AVAILABLE DATA:
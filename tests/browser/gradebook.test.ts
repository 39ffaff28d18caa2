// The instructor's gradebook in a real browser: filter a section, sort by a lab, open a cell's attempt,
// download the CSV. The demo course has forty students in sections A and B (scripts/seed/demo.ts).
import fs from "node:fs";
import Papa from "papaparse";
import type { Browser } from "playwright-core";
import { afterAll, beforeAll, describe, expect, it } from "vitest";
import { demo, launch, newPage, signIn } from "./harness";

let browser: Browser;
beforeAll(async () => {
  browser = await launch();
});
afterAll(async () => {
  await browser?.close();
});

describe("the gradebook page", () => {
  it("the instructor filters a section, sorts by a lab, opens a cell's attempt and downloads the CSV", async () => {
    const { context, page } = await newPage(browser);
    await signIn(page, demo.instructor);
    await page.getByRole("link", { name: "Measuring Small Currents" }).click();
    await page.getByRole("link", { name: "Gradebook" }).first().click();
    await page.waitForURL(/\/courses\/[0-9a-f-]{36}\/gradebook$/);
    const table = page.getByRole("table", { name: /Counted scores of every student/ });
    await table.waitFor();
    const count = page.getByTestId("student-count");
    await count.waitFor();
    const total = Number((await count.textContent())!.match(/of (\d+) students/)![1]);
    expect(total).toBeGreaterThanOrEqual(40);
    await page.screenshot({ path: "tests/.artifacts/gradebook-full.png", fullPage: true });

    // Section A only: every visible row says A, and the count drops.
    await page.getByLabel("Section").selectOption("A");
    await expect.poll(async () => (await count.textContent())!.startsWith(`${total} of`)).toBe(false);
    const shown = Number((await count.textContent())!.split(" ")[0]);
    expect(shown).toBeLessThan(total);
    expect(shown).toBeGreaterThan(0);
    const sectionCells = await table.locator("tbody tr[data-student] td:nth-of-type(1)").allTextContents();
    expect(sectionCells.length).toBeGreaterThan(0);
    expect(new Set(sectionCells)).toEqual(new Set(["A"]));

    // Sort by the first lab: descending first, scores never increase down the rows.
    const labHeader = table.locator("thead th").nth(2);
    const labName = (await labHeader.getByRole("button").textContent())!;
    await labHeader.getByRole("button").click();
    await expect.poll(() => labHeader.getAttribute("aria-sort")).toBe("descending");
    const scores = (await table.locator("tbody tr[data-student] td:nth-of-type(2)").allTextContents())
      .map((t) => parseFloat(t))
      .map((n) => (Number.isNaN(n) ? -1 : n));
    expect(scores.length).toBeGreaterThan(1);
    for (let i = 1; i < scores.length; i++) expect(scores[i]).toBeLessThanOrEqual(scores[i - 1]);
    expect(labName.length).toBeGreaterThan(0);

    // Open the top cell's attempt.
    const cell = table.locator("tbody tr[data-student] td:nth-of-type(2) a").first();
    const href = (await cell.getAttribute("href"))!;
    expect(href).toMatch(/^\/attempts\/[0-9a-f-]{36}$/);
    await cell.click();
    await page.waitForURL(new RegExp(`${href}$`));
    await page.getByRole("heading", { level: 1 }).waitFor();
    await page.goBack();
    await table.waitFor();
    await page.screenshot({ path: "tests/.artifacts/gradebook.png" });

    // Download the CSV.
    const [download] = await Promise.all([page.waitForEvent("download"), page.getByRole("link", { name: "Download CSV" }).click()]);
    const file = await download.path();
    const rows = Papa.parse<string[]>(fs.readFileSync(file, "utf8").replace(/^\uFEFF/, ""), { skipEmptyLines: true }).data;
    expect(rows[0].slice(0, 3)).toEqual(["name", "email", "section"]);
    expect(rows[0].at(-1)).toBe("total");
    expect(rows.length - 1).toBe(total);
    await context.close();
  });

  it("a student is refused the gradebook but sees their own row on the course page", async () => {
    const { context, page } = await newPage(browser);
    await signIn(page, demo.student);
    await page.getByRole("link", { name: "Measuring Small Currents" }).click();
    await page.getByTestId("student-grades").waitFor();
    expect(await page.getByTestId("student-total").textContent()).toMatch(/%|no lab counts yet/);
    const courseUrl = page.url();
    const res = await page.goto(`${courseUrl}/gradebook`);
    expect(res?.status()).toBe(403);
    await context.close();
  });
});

ASSIGNMENT:
Show every line of the material above in which "length" is present.

EXERCISE OUTPUT:
    expect(sectionCells.length).toBeGreaterThan(0);
    expect(scores.length).toBeGreaterThan(1);
    for (let i = 1; i < scores.length; i++) expect(scores[i]).toBeLessThanOrEqual(scores[i - 1]);
    expect(labName.length).toBeGreaterThan(0);
    expect(rows.length - 1).toBe(total);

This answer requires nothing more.